__WHAT IS NEEDED__: Search the material for lines containing the word "below", and copy each one.

=== EXERCISE INPUT ===

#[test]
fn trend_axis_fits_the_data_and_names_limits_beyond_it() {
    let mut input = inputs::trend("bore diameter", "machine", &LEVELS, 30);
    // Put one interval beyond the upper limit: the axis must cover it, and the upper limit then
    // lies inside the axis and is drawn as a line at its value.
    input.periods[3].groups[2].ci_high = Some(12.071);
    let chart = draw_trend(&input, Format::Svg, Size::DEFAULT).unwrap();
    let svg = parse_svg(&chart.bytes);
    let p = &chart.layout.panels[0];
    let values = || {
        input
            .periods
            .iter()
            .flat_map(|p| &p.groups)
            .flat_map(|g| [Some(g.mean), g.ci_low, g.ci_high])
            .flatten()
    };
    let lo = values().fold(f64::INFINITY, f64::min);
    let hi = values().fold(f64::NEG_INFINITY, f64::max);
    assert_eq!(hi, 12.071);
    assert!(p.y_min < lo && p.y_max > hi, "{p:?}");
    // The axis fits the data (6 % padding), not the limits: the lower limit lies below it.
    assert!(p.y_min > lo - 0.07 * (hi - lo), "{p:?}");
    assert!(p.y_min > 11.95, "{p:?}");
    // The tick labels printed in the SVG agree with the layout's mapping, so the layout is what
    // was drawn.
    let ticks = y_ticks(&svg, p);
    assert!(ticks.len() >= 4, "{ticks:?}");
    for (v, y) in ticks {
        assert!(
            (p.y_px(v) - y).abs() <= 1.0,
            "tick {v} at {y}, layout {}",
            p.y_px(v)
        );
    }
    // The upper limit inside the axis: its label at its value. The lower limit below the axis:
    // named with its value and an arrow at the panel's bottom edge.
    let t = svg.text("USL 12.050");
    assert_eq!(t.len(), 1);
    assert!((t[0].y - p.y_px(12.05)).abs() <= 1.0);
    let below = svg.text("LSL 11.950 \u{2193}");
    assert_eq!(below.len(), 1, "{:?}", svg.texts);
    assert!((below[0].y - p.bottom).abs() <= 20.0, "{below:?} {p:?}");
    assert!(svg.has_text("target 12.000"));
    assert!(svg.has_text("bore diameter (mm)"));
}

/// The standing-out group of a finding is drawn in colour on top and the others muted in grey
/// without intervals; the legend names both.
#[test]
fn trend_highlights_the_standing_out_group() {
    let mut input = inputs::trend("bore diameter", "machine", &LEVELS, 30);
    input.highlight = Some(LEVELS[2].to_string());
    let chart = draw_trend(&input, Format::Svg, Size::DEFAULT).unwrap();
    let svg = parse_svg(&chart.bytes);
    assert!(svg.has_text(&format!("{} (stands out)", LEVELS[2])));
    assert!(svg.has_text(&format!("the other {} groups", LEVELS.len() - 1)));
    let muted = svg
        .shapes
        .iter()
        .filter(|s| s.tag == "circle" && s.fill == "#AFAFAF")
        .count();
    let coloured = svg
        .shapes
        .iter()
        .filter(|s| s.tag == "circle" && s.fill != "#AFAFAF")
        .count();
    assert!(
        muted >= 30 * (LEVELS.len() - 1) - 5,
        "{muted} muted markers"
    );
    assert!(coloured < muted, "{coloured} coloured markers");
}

===

__REPLY__:
    // The axis fits the data (6 % padding), not the limits: the lower limit lies below it.
    // The upper limit inside the axis: its label at its value. The lower limit below the axis:
    let below = svg.text("LSL 11.950 \u{2193}");
    assert_eq!(below.len(), 1, "{:?}", svg.texts);
    assert!((below[0].y - p.bottom).abs() <= 20.0, "{below:?} {p:?}");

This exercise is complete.